XslCompiledTransform allows you to use extension "script" in C# or VB.NET with the msxsl:script element or extension objects passed with https://docs.microsoft.com/en-us/dotnet/api/system.xml.xsl.xsltargumentlist.addextensionobject?view=netframework-4.7.2#System_Xml_Xsl_XsltArgumentList_AddExtensionObject_System_String_System_Object_ so in theory you can easily write a function in C# that takes a string argument, feeds it to an XPathDocument over a StringReader of the string argument (https://docs.microsoft.com/en-us/dotnet/api/system.xml.xpath.xpathdocument.-ctor?view=netframework-4.7.2#System_Xml_XPath_XPathDocument__ctor_System_IO_TextReader_) and returns CreateNavigator() on the XPathDocument from the C# function (i.e. an XPathNavigator). Then XSLT can call that function and use normal XPath navigation or template processing, like with any other input document.

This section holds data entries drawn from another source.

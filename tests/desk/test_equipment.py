"""The platform's iron as the organiser types it in."""

from __future__ import annotations

import pytest

from app.desk.bar import bar_carries
from app.desk.equipment import LiftWish, lifts_seen, save_lifts, save_plates, save_tools, stock_seen
from app.desk.errors import NotAllowedNow, SomebodyWasFirst
from app.loading.equipment import Collar, Implement, Plate
from app.store.picture import PlateStock, Tool
from tests.cast import ADA, BENCH, BO, LUC, OLGA, SQUAT, Hall, kg, stack
from tests.desk.checks import changes, check_board, refused
from tests.desk.forms import plate_rows, tool_rows

STALE = "Somebody changed the equipment since this page was made. Look, and save again."
FIFTY = {"face": "50", "count": "2", "thickness": "27,5", "diameter": "450", "colour": "#2E7D32"}
SPARE = {"id": "", "name": " Light  bar ", "kind": "bar", "mass": "15", "usable": "320"}
SPARE |= {"collar_mass": "2.5", "collar_width": "50"}


def seen(hall: Hall) -> str:
    now = hall.picture()
    return stock_seen(now.stock, now.tools)


def plates(
    hall: Hall, *changed: dict[str, str], without: str = "", more: tuple[dict[str, str], ...] = ()
) -> None:
    """Saves the plates as they are, with these rows changed by face, one taken out, some more."""
    by_face = {row["face"]: row for row in changed}
    kept = [
        row | by_face.get(row["face"], {}) for row in plate_rows(hall.picture()) if row["face"] != without
    ]
    save_plates(hall.desk, hall.platform_id, [*kept, *more], seen(hall), who=OLGA)


def tools(hall: Hall, *more: dict[str, str], **changed: str) -> None:
    """Saves the tools as they are, the first one changed, and some more."""
    first, *others = tool_rows(hall.picture())
    save_tools(hall.desk, hall.platform_id, [first | changed, *others, *more], seen(hall), who=OLGA)


def wish(hall: Hall, **changed: str) -> None:
    """Saves the settings of the squat with these changed."""
    now = hall.picture()
    plain = {"implement_id": str(now.tools[0].id), "step": "2.5", "extra_plates": "1", "measure": "plates"}
    settings = plain | {"aim": "total"} | changed
    save_lifts(hall.desk, hall.platform_id, [LiftWish(hall.lift_id(SQUAT), **settings)], who=OLGA)


# Plates


def test_new_plates_stand_at_the_platform_heaviest_first(hall: Hall) -> None:
    with changes(hall, {("plate", 10): {"id"}}):
        plates(hall, more=(FIFTY,))
    first = hall.picture().stock[0]
    assert first == PlateStock(10, Plate(kg(50), 2, kg("27.5"), kg(450)), "#2e7d32")


def test_a_changed_count_changes_that_row_only(hall: Hall) -> None:
    with changes(hall, {("plate", 2): {"count"}}):
        plates(hall, {"face": "20", "count": "4"})
    assert [(item.plate.face, item.plate.count) for item in hall.picture().stock[:3]] == [
        (25, 12),
        (20, 4),
        (15, 2),
    ]


def test_the_same_plates_again_change_nothing(hall: Hall) -> None:
    with changes(hall, {}):
        plates(hall)


def test_a_row_with_an_empty_face_is_taken_out(hall: Hall) -> None:
    with changes(hall, {("plate", 9): {"id"}}):
        plates(hall, {"face": "0.25"} | {"face": "0.25"}, without="0.25", more=({"face": " ", "count": "2"},))
    assert [item.plate.face for item in hall.picture().stock][-1] == kg("0.5")


def test_every_wrong_plate_is_named_by_its_row(hall: Hall) -> None:
    told = (
        "Row 1: count “many” is not a whole number from 0 to 200. "
        "Row 2: thickness “thick” is not a number. "
        "Row 3: diameter 0 is not possible. "
        "Row 4: colour “red” is not of the form #c62828. "
        "Row 10: face value “x” is not a number. Row 10: count “” is not a whole number from 0 to 200. "
        "Row 11: 25 stands twice. Add the counts together."
    )
    with refused(hall, NotAllowedNow, told):
        plates(
            hall,
            {"face": "25", "count": "many"},
            {"face": "20", "thickness": "thick"},
            {"face": "15", "diameter": "0"},
            {"face": "10", "colour": "red"},
            more=({"face": "x"}, {"face": "25", "count": "2"}),
        )


@pytest.mark.parametrize("count", ["-1", "1.5", "201", "٣", "", "99999999999999999999"])
def test_a_count_is_a_whole_number_that_somebody_could_carry(hall: Hall, count: str) -> None:
    with refused(hall, NotAllowedNow, f"Row 1: count “{count}” is not a whole number from 0 to 200."):
        plates(hall, {"face": "25", "count": count})


def test_a_stale_form_of_plates_is_refused(hall: Hall) -> None:
    old, form = seen(hall), plate_rows(hall.picture())
    plates(hall, {"face": "20", "count": "4"})
    with refused(hall, SomebodyWasFirst, STALE):
        save_plates(hall.desk, hall.platform_id, form, old, who=OLGA)


def test_a_form_of_plates_from_before_the_bar_was_changed_is_refused(hall: Hall) -> None:
    old, form = seen(hall), plate_rows(hall.picture())
    tools(hall, SPARE)
    with refused(hall, SomebodyWasFirst, STALE):
        save_plates(hall.desk, hall.platform_id, form, old, who=OLGA)


def test_too_many_kinds_of_plates_are_refused(hall: Hall) -> None:
    more = tuple({"face": str(face), "count": "2", "thickness": "9"} for face in range(30, 46))
    with refused(hall, NotAllowedNow, "More than 24 kinds of plates at one platform."):
        plates(hall, more=more)


def test_plates_that_make_more_weights_than_can_be_listed_are_refused(hall: Hall) -> None:
    odd = ("7.0000001", "11.0000011", "13.0000111", "17.0001113", "19.0000017", "23.0000117", "29.0000119")
    more = tuple({"face": face, "count": "20", "thickness": "0.1"} for face in odd)
    told = (
        "These plates make more different weights than can be searched. "
        "Leave out the plates that will not be used."
    )
    with refused(hall, NotAllowedNow, told):
        plates(hall, more=more)


def test_a_plate_without_a_thickness_is_refused_while_a_bar_has_only_so_much_room(hall: Hall) -> None:
    """Every later entry failed on it, because no plan could be made."""
    told = "Fill in the thickness of the 20, 5, or leave the room for plates of Power bar empty."
    with refused(hall, NotAllowedNow, told):
        plates(hall, {"face": "20", "thickness": ""}, {"face": "5", "thickness": ""})
    plates(hall, {"face": "20", "thickness": "", "count": "1"})  # never on this bar: it goes on in pairs
    hall.declare(BO, 2, "120")
    check_board(hall.board())


def test_a_plate_of_the_change_in_hand_that_is_taken_out_makes_the_crew_say_what_is_on_the_bar(
    hall: Hall,
) -> None:
    hand = hall.picture().bar.hand
    assert hand is not None
    assert hand.stack == stack(25, 10, "2.5")
    plates(hall, without="10")
    assert (hall.picture().bar.hand, hall.board().ask) == (hand, True)
    bar_carries(hall.desk, hall.platform_id, "before", who=LUC)
    after = hall.picture().bar.hand
    assert after is not None
    assert (after.weight, after.before, kg(10) in after.stack) == (kg(100), (), False)
    assert hall.board().ask is False
    check_board(hall.board())


def test_a_plate_that_is_taken_out_while_it_hangs_on_the_bar_comes_off_with_the_next_change(
    hall: Hall,
) -> None:
    hall.lift(ADA, 1)
    plates(hall, without="10")
    bar_carries(hall.desk, hall.platform_id, "before", who=LUC)
    step = hall.board().steps[0]
    assert step.before == stack(25, 10, "2.5")
    assert step.hands is not None
    assert kg(10) in step.hands.off
    check_board(hall.board())


def test_without_plates_nothing_can_be_made_and_nothing_breaks(hall: Hall) -> None:
    save_plates(hall.desk, hall.platform_id, [], seen(hall), who=OLGA)
    bar_carries(hall.desk, hall.platform_id, "before", who=LUC)
    assert hall.picture().stock == ()
    assert hall.picture().bar.hand is None
    assert [step.stack for step in hall.board().steps] == [None] * 9
    with refused(
        hall, NotAllowedNow, "100 kg cannot be made with the plates at this platform. Next possible: 25."
    ):
        hall.declare(BO, 1, "100")


# Bars and belts


def test_a_new_bar_stands_at_the_platform(hall: Hall) -> None:
    with changes(hall, {("implement", 2): {"id"}}):
        tools(hall, SPARE)
    assert hall.picture().tools[1] == Tool(
        2, "Light bar", "bar", Implement(kg(15), 2, kg(320)), Collar(kg("2.5"), kg(50))
    )


def test_the_same_tools_again_change_nothing(hall: Hall) -> None:
    with changes(hall, {}):
        tools(hall)


def test_a_bar_that_no_lift_uses_is_taken_out_and_one_that_is_used_stays(hall: Hall) -> None:
    tools(hall, SPARE)
    kept, spare = tool_rows(hall.picture())
    told = "Row 1: Power bar is used by a lift. Give that lift another one first."
    with refused(hall, NotAllowedNow, told):
        save_tools(hall.desk, hall.platform_id, [kept | {"name": ""}, spare], seen(hall), who=OLGA)
    with changes(hall, {("implement", 2): {"id"}}):
        save_tools(hall.desk, hall.platform_id, [kept, spare | {"name": ""}], seen(hall), who=OLGA)


def test_every_wrong_tool_is_named_by_its_row(hall: Hall) -> None:
    told = (
        "Row 1: mass “heavy” is not a number. "
        "Row 2: it is a bar or a belt. Row 2: collar -1 is not possible. Row 2: mass 0 is not possible. "
        "Row 3: mass is empty."
    )
    with refused(hall, NotAllowedNow, told):
        tools(
            hall,
            SPARE | {"kind": "sledge", "mass": "0", "collar_mass": "-1"},
            SPARE | {"mass": ""},
            mass="heavy",
        )


def test_a_belt_may_weigh_nothing(hall: Hall) -> None:
    tools(hall, {"id": "", "name": "Belt", "kind": "belt", "mass": "0"})
    assert hall.picture().tools[1] == Tool(2, "Belt", "belt", Implement(kg(0), 1), None)


def test_a_stale_form_of_tools_is_refused(hall: Hall) -> None:
    old, form = seen(hall), tool_rows(hall.picture())
    plates(hall, more=(FIFTY,))
    with refused(hall, SomebodyWasFirst, STALE):
        save_tools(hall.desk, hall.platform_id, form, old, who=OLGA)


def test_a_collar_without_a_width_is_refused_while_the_bar_has_only_so_much_room(hall: Hall) -> None:
    told = (
        "Power bar: fill in how much room its collar takes, or leave the room for plates of Power bar empty."
    )
    with refused(hall, NotAllowedNow, told):
        tools(hall, collar_width="")
    tools(hall, collar_width="", usable="")
    hall.declare(BO, 2, "120")
    check_board(hall.board())


def test_a_bar_found_to_weigh_something_else_makes_the_crew_say_what_is_on_it(hall: Hall) -> None:
    """The change in hand made 95 then, and 100 still stood above it."""
    tools(hall, mass="15")
    assert hall.board().ask is True
    bar_carries(hall.desk, hall.platform_id, "shown", who=LUC)
    hand = hall.picture().bar.hand
    assert hand is not None
    assert (hand.before, 15 + 5 + 2 * sum(hand.stack)) == (stack(25, 10, "2.5"), 100)
    check_board(hall.board())


def test_a_sleeve_found_shorter_is_never_overfilled(hall: Hall) -> None:
    tools(hall, usable="100")  # 50 mm of it for the collar: two plates go on
    bar_carries(hall.desk, hall.platform_id, "before", who=LUC)
    check_board(hall.board())
    assert hall.picture().bar.hand is None
    told = "100 kg cannot be made with the plates at this platform. Nearest: 95 or 105."
    with refused(hall, NotAllowedNow, told):
        hall.declare(BO, 1, "100")


# Settings of the lifts


def test_the_settings_of_a_lift_are_kept_and_the_others_are_left_alone(hall: Hall) -> None:
    others = hall.picture().loading
    with changes(hall, {("lift", hall.lift_id(SQUAT)): {"step", "loading"}}):
        wish(hall, step="5", measure="mass", aim="worst", extra_plates="2")
    now = hall.picture()
    lift = now.sessions[0][2].lift(hall.lift_id(SQUAT))
    assert (lift.step, now.loading[lift.id]["measure"], now.loading[lift.id]["aim"]) == (
        kg(5),
        "mass",
        "worst",
    )
    assert now.loading[lift.id]["extra_plates"] == 2
    assert now.loading[hall.lift_id(BENCH)] == others[hall.lift_id(BENCH)]


def test_the_same_settings_again_change_nothing(hall: Hall) -> None:
    wish(hall, measure="mass")
    with changes(hall, {}):
        wish(hall, measure="mass")


def test_every_wrong_setting_is_named_by_its_lift(hall: Hall) -> None:
    told = (
        "Squat: step 0 is not possible. Squat: choose a bar or belt of this platform. "
        "Squat: choose one of fewest plates, least kilograms, least time. "
        "Squat: choose one of in total, at the slowest change. "
        "Squat: choose one of fewest only, one more, two more, three more."
    )
    with refused(hall, NotAllowedNow, told):
        wish(hall, step="0", implement_id="99", measure="luck", aim="never", extra_plates="9")


def test_a_lift_of_another_platform_is_refused(halls: tuple[Hall, Hall]) -> None:
    hall, other = halls
    asked = LiftWish(other.lift_id("Dip"), str(hall.picture().tools[0].id), "2.5", "1", "plates", "total")
    told = "One of these lifts is not on this platform any more. Load the page again."
    with refused(hall, NotAllowedNow, told):
        save_lifts(hall.desk, hall.platform_id, [asked], who=OLGA)


def test_new_settings_leave_the_change_in_hand_and_plan_the_rest_anew(hall: Hall) -> None:
    bar = hall.picture().bar
    wish(hall, extra_plates="0", measure="mass")
    assert hall.picture().bar == bar
    assert hall.board().ask is False
    check_board(hall.board())


def test_settings_of_lifts_that_somebody_changed_meanwhile_are_not_overwritten(hall: Hall) -> None:
    seen = lifts_seen(hall.picture())
    wishes = [LiftWish(hall.lift_id("Squat"), str(hall.picture().tools[0].id), "5", "1", "mass", "total")]
    save_lifts(hall.desk, hall.platform_id, wishes, who=OLGA, seen=seen)
    with refused(
        hall, SomebodyWasFirst, "Somebody changed the lifts since this page was made. Look, and save again."
    ):
        save_lifts(hall.desk, hall.platform_id, wishes, who=OLGA, seen=seen)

Whether your setup allows you to enable "script" processing on XslCompiledTransform (https://docs.microsoft.com/en-us/dotnet/api/system.xml.xsl.xsltsettings.enablescript?view=netframework-4.7.2#System_Xml_Xsl_XsltSettings_EnableScript) or allows you to set up an extension object on an XsltArgumentList you pass to the Transform method of XslCompiledTransform I can't tell, but the C# code is rather simple

public XPathNavigator ParseXml(string xmlCode)
{
  using (StringReader sr = new StringReader(xmlCode))
  {
    return new XPathDocument(sr).CreateNavigator();
  }
}

XPathNavigator even allows you to parse fragments if needed if you use an appropriate XmlReader over the StringReader, so implementing something along the lines of the XPath 3.1 parse-xml-fragment would also be possible.